Look below for the line containing "if (step === '..') path.pop()"; from there, print each line exactly up to and including the line containing "const bookmarks = all(document, /<w:bookmarkStart", and stop.

Collected data entries
↓

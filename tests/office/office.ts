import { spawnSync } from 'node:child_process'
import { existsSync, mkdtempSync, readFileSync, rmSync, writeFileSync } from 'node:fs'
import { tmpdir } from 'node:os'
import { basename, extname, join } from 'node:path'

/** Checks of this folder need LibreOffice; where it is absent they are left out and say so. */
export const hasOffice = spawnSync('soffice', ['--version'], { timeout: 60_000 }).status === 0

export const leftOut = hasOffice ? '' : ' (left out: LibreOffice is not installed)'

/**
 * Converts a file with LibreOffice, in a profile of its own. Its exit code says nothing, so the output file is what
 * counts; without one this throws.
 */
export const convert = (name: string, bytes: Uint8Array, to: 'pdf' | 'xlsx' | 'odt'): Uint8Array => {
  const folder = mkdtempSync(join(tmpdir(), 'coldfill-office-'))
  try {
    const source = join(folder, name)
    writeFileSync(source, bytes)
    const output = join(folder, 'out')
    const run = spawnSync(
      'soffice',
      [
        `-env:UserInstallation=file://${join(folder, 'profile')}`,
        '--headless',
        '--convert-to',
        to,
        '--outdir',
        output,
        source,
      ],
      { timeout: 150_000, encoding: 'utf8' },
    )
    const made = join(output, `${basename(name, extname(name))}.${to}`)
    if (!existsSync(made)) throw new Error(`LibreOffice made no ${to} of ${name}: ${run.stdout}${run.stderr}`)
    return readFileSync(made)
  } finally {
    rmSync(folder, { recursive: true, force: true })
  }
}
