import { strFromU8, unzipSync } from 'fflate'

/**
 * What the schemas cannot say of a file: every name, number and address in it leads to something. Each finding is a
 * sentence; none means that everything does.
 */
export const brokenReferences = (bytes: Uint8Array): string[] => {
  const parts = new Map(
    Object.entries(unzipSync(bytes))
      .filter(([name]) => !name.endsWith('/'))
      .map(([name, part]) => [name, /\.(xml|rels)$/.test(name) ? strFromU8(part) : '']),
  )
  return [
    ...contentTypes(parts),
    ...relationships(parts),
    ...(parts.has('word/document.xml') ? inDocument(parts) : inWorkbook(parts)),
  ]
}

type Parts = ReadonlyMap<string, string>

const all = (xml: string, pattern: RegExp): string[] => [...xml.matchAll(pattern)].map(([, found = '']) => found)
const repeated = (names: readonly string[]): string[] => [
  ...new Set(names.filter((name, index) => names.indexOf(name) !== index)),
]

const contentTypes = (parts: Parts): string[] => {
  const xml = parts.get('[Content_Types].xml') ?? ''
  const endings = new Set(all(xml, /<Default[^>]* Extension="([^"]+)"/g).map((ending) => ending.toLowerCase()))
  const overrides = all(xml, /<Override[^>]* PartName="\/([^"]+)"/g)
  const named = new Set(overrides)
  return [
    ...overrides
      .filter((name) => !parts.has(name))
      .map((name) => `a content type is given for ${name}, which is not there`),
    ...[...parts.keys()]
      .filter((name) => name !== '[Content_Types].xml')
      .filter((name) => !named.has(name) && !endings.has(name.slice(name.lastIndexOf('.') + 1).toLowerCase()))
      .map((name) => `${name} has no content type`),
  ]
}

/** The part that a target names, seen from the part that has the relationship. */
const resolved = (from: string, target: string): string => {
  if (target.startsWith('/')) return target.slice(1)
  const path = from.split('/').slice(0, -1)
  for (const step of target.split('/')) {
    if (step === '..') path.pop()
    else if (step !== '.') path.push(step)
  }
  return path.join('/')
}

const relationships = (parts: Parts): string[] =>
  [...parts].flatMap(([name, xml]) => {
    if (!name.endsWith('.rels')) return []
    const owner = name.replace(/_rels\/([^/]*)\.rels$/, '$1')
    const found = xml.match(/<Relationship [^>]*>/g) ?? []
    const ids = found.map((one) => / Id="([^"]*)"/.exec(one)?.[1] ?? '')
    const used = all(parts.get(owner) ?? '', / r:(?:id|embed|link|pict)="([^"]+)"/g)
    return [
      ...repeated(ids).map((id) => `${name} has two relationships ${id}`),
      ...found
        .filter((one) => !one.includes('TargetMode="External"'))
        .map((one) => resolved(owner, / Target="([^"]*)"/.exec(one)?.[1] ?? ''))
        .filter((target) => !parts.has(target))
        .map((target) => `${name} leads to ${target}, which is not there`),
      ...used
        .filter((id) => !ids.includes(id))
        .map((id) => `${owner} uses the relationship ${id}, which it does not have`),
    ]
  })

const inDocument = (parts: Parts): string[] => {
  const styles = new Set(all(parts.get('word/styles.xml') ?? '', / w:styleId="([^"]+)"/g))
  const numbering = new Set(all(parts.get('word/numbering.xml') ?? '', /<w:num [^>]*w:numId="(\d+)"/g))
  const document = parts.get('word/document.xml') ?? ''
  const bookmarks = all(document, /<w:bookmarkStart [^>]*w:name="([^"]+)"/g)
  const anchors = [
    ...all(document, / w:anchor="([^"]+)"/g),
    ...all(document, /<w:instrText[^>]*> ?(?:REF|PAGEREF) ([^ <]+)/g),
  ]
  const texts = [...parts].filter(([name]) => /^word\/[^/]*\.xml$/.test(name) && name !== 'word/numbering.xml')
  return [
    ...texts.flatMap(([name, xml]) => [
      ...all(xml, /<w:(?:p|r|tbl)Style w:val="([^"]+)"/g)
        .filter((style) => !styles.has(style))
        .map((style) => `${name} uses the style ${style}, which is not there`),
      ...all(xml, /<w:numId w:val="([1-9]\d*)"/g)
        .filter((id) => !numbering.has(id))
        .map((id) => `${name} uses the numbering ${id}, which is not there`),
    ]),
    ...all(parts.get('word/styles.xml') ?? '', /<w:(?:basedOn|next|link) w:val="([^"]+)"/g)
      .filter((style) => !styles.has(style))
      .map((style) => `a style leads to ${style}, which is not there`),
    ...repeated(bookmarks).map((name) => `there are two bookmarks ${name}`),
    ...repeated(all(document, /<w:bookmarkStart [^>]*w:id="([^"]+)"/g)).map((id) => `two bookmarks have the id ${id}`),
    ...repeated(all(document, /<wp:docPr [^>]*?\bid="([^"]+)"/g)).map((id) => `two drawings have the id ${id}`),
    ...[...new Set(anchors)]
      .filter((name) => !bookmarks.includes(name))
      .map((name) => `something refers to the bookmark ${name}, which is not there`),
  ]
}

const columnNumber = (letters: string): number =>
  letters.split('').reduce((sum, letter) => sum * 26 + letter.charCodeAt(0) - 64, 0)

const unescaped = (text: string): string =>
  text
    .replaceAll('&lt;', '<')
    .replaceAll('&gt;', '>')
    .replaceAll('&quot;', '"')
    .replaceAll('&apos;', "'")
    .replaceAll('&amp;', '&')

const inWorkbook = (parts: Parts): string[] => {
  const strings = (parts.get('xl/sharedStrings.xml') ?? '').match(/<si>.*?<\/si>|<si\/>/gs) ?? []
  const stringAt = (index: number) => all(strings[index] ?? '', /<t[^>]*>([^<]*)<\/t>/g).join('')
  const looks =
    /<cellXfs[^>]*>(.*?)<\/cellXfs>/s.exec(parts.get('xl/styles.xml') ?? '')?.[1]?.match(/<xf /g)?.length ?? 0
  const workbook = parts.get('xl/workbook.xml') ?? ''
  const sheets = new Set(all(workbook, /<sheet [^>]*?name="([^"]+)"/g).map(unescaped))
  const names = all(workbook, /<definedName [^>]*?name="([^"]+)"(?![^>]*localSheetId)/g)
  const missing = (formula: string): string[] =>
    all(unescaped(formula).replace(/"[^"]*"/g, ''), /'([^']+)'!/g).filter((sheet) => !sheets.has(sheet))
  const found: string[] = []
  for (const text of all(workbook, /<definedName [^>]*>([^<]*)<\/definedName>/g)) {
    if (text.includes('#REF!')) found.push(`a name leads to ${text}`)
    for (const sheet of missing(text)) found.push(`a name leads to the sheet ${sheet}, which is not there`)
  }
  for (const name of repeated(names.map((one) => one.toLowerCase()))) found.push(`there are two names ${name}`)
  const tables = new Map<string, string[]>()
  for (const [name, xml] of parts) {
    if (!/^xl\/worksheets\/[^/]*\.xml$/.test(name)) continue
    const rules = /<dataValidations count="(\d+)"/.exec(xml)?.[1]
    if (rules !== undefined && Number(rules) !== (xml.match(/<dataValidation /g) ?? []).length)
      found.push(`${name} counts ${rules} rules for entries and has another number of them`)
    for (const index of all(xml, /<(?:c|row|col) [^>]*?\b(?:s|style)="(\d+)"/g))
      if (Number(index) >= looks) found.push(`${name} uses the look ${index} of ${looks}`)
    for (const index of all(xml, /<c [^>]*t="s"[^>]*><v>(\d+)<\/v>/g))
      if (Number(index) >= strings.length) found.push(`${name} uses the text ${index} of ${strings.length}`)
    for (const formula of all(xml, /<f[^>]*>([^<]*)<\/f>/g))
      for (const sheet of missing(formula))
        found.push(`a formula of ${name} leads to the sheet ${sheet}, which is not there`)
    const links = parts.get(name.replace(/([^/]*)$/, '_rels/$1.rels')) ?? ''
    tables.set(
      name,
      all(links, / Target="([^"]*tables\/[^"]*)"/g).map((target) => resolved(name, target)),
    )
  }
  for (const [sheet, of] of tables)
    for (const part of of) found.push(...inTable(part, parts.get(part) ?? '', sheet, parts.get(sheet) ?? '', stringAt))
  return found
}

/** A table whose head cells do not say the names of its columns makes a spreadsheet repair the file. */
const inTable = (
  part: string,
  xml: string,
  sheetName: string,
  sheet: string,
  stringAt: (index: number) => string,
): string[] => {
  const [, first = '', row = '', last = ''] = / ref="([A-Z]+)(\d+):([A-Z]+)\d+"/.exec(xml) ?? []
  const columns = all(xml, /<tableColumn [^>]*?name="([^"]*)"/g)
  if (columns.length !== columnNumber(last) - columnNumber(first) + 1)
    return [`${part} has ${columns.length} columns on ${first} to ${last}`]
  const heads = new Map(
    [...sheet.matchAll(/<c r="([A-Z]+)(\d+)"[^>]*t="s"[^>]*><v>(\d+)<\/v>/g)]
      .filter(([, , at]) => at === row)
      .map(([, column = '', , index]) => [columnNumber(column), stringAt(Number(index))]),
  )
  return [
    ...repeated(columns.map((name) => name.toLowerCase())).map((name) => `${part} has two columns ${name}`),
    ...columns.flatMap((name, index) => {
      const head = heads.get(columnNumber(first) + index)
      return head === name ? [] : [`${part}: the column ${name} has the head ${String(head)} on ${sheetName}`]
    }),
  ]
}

↑

*Exercise response*.
    if (step === '..') path.pop()
    else if (step !== '.') path.push(step)
  }
  return path.join('/')
}

const relationships = (parts: Parts): string[] =>
  [...parts].flatMap(([name, xml]) => {
    if (!name.endsWith('.rels')) return []
    const owner = name.replace(/_rels\/([^/]*)\.rels$/, '$1')
    const found = xml.match(/<Relationship [^>]*>/g) ?? []
    const ids = found.map((one) => / Id="([^"]*)"/.exec(one)?.[1] ?? '')
    const used = all(parts.get(owner) ?? '', / r:(?:id|embed|link|pict)="([^"]+)"/g)
    return [
      ...repeated(ids).map((id) => `${name} has two relationships ${id}`),
      ...found
        .filter((one) => !one.includes('TargetMode="External"'))
        .map((one) => resolved(owner, / Target="([^"]*)"/.exec(one)?.[1] ?? ''))
        .filter((target) => !parts.has(target))
        .map((target) => `${name} leads to ${target}, which is not there`),
      ...used
        .filter((id) => !ids.includes(id))
        .map((id) => `${owner} uses the relationship ${id}, which it does not have`),
    ]
  })

const inDocument = (parts: Parts): string[] => {
  const styles = new Set(all(parts.get('word/styles.xml') ?? '', / w:styleId="([^"]+)"/g))
  const numbering = new Set(all(parts.get('word/numbering.xml') ?? '', /<w:num [^>]*w:numId="(\d+)"/g))
  const document = parts.get('word/document.xml') ?? ''
  const bookmarks = all(document, /<w:bookmarkStart [^>]*w:name="([^"]+)"/g)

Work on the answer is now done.